Если в первой главе диссертации рассматривается процесс постижения и осознания Е.И. Замятиным мировоззрения и идейно-эстетических

установок творчества русского классика, то вторая глава посвящена уже результату этого усвоения традиции, то есть творческой интерпретации чеховских образов, идей, тем, развитию его излюбленных стилистических приемов в произведениях автора романа «Мы».

На защиту выносятся следующие положения диссертационного исследования:

  1. Творчество А.П. Чехова занимает особое место в художественном сознании Е.И. Замятина, что доказывают его письма, интервью, критические статьи и множество художественных произведений, включающих в себя «чеховское слово». Особая «страсть» к чеховскому слову связана с убежденностью автора романа «Мы» в «необычайной современности» классика, совмещавшего в своем наследии черты реализма, символизма и модернизма. Творчество А.П. Чехова помогает писателю XX века сформировать новую идейно-художественную систему, названную им неореализмом и включающую лаконизм, образную емкостью, яркую фабульность, игру сквозной деталью, метафоризацию сюжета.

  2. Замятинская публицистика, посвященная чеховскому наследию, отличается не только глубиной и профессионализмом, новизной интерпретацией, обнаружением новых аспектов художественного стиля, но и тем, что раскрывает свои сокровенные мысли на творческий процесс и значимость художественного слова.

  3. С помощью особой системы юмористических средств, разработанной «Антошей Чехонте», Е.И. Замятин, варьируя чеховские символы, образы, сюжетные линии, мотивы его ранних рассказов, создает серию новелл (Чрево», «Письменно», «Сподручница грешных»), в которых

типизируется образ русской женщины, совмещающий в себе антитетические (комические и одновременно драматические) черты.

  1. Воздействие «чеховского слова» обнаруживается в новеллах Е.И. Замятина 1920-1931 годов («Икс», «Лев», «Встреча», «Часы» и др.), в которых широко применяется прием «парадоксальности» сюжетосложения и формируется оригинальная сказовая манера изложения.
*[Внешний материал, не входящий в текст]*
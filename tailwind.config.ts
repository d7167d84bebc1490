import type { Config } from 'tailwindcss';

// Sablework's tokens (handbook/look.md): colours from the painter's bench. The palette replaces
// Tailwind's own so screens can only use these.
export default {
  content: ['./index.html', './src/**/*.{ts,tsx}'],
  theme: {
    colors: {
      transparent: 'transparent',
      current: 'currentColor',
      white: '#FFFFFF',
      sable: { 900: '#2B211C', 600: '#6B4F3F' },
      primer: { 100: '#F1EFEC', 300: '#D6D2CC' },
      bone: { 50: '#FBF8F3' },
      verdigris: { 600: '#286B5E', 100: '#DCEFEA' },
      varnish: { 500: '#C8871E' },
      oxide: { 600: '#B2432F' },
      glaze: { 500: '#4C5FA3' },
    },
    fontFamily: {
      sans: ['"Inter Variable"', 'Inter', 'system-ui', 'sans-serif'],
      mono: ['ui-monospace', 'SFMono-Regular', 'Menlo', 'monospace'],
    },
    // The six sizes of look.md: 12/14/16/20/24/32.
    fontSize: {
      xs: ['12px', { lineHeight: '1.5' }],
      sm: ['14px', { lineHeight: '1.5' }],
      base: ['16px', { lineHeight: '1.5' }],
      lg: ['20px', { lineHeight: '1.4' }],
      xl: ['24px', { lineHeight: '1.3' }],
      '2xl': ['32px', { lineHeight: '1.25' }],
    },
    extend: {
      borderRadius: {
        control: '6px',
        card: '10px',
      },
      boxShadow: {
        // The one shadow level.
        raised: '0 1px 2px rgba(43, 33, 28, 0.08), 0 4px 12px rgba(43, 33, 28, 0.06)',
      },
    },
  },
} satisfies Config;
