import { canTransition, type CommissionStatus } from '../../../shared/commission-lifecycle';
import { addDays, localDateOf, parseLocalDate } from '../../../shared/dates';
import { allocate, chargeAmount, chargeRule, formatMoney, fromChargeAmount, mulDiv, percentOf } from '../../../shared/money';
import type { QuoteResult } from '../../../shared/pricing';
import type { Page } from '../../../shared/schemas/common';
import {
  invoiceKindLabels,
  invoiceTotals,
  type CreateInvoiceInput,
  type Invoice,
  type InvoiceKind,
  type InvoiceLine,
  type InvoiceListQuery,
  type InvoiceStatus,
  type ManualPaymentInput,
  type RefundInput,
} from '../../../shared/schemas/invoices';
import type { PriceTable } from '../../../shared/schemas/price-table';
import type { CancellationPreview } from '../../../shared/schemas/quotes';
import type { CheckoutInfo, Payments } from '../../lib/payments/index';
import { PaymentsError } from '../../lib/payments/index';
import { DAY, iso, type Clock } from '../../lib/clock';
import type { Db } from '../../lib/db';
import { AppError, errors } from '../../lib/errors';
import type { Mailer } from '../../lib/mail/mailer';
import { templates } from '../../lib/mail/templates';
import type { Member } from '../../lib/policy';
import { csvChunks, EXPORT_PAGE_ROWS, invoiceCsvPage, type CsvPage } from './invoices.csv';
import type { CheckoutRow, InvoiceRow, InvoicesRepository, IssueRow, PaymentRow } from './invoices.repository';
import { groupBy } from '../../lib/group-by';
import { keptReads, type VersionInZone } from '../../lib/version-cache';

/** Rows (invoices, or invoices of the CSV) the kept list pages and CSV pages may hold across studios and queries, per store. */
export const INVOICE_LIST_CACHE_ROWS = 20_000;

export type Actor = Member & { userId: number };
/** Who causes a change: a person, or the payment service (userId null). */
export type By = { studioId: number; userId: number | null };

/** What invoicing needs of a priced quote (the quotes feature's stored row). */
export type PricedQuote = { id: number; version: number; commission_id: number; client_id: number; total: number; currency: string; result: QuoteResult; price_table: PriceTable };

export type InvoiceDeps = {
  db: Db;
  repo: InvoicesRepository;
  payments: Payments;
  mailer: Pick<Mailer, 'enqueue' | 'kick'>;
  clock: Clock;
  publicUrl: string;
  /** the studio's current price table (tax settings for hand-made invoices, hourly rate without a quote) */
  priceTable: (studioId: number, trx?: Db) => Promise<PriceTable>;
  /** the commission's accepted quote, if any */
  acceptedQuote: (studioId: number, commissionId: number, trx?: Db) => Promise<PricedQuote | undefined>;
  /** quoted → booked, joining the end of the queue, inside the caller's transaction */
  bookCommission: (trx: Db, by: By, commissionId: number) => Promise<void>;
  /** cancels through the lifecycle (its own transaction) */
  cancelCommission: (actor: Actor, commissionId: number, reason: string) => Promise<unknown>;
  /** Rows the kept list and CSV pages may hold per store (default INVOICE_LIST_CACHE_ROWS); 0 turns them off. */
  cacheRows?: number;
};

const DEPOSIT_DUE_DAYS = 7;
const INVOICE_DUE_DAYS = 14;
/** reminders after the due date: the first on the day after, then a week apart, three at most */
const MAX_REMINDERS = 3;
const REMINDER_GAP_MS = 7 * DAY;

const stepOf = (currency: string) => {
  try {
    return chargeRule(currency).minorStep;
  } catch {
    return 1;
  }
};

/** The stored status follows the money: paid when nothing is left to pay, refunded when everything went back. */
function settledStatus(inv: Pick<InvoiceRow, 'status' | 'kind' | 'total' | 'paid' | 'refunded' | 'credited' | 'currency'>): InvoiceStatus {
  if (inv.status === 'draft' || inv.status === 'void' || inv.kind === 'credit_note') return inv.status;
  if (inv.refunded > 0 && inv.paid <= 0) return 'refunded';
  const due = inv.total - inv.paid - inv.credited;
  // A remainder the payment service cannot charge (less than its step, e.g. 4 fils of KWD) counts as settled.
  if (due <= 0 || (inv.paid > 0 && due < stepOf(inv.currency))) return 'paid';
  return inv.paid > 0 ? 'partly_paid' : 'open';
}

const balanceDueOf = (inv: InvoiceRow) =>
  inv.status === 'open' || inv.status === 'partly_paid' ? Math.max(0, inv.total - inv.paid - inv.credited) : inv.status === 'draft' ? inv.total : 0;

/** An amount of a quote as invoice lines: its taxable and untaxed parts in the quote's proportion, tax included. */
function quoteShareLines(q: PricedQuote, amount: number, description: string): InvoiceLine[] {
  const r = q.result;
  const rate = r.tax.rateBp;
  if (rate === 0 || r.total === 0) return [{ description, quantity: 1, unitMinor: amount, amountMinor: amount, taxBp: rate }];
  const taxableGross = r.tax.inclusive ? r.tax.taxableBase : r.tax.taxableBase + r.tax.amount;
  const taxable = mulDiv(amount, taxableGross, r.total);
  const lines: InvoiceLine[] = [{ description, quantity: 1, unitMinor: taxable, amountMinor: taxable, taxBp: rate }];
  if (amount - taxable !== 0) lines.push({ description: `${description}: items without ${r.tax.label}`, quantity: 1, unitMinor: amount - taxable, amountMinor: amount - taxable, taxBp: 0 });
  return lines;
}

/** `amount` of an invoice as credit-note lines, split over its tax rates in proportion to their gross amounts. */
function creditLines(inv: InvoiceRow, amount: number, description: string): InvoiceLine[] {
  const byRate = new Map<number, number>();
  for (const l of inv.lines) byRate.set(l.taxBp, (byRate.get(l.taxBp) ?? 0) + l.amountMinor);
  const rates = [...byRate.keys()];
  const gross = rates.map((bp) => {
    const base = byRate.get(bp)!;
    return Math.max(0, inv.tax_inclusive ? base : base + percentOf(base, bp));
  });
  const parts = allocate(amount, gross);
  return rates
    .map((bp, i) => ({ description: rates.length > 1 ? `${description} (${bp / 100} % rate)` : description, quantity: 1, unitMinor: parts[i], amountMinor: parts[i], taxBp: bp }))
    .filter((l, _i, all) => l.amountMinor !== 0 || all.length === 1);
}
На основе ее возникает «самопародийный» стиль Е.И. Замятина.

  2. Парадоксален факт, что Е.И. Замятин включает поэтику раннего Чехова в свои «поздние» новеллы (1925-1931 г.), а сквозные чеховские идеи последнего периода входят в творчество раннего Е.И. Замятина, можно объяснить социально-историческими причинами. «Раннего» Замятина привлекала философская система зрелого Чехова, что характерно для периода подъема революционных настроений, а юмор «Чехонте» становится особенно важным в эпоху разочарований в последствиях революционного переворота1 в России, когда писатель разрабатывал «сатирический арсенал».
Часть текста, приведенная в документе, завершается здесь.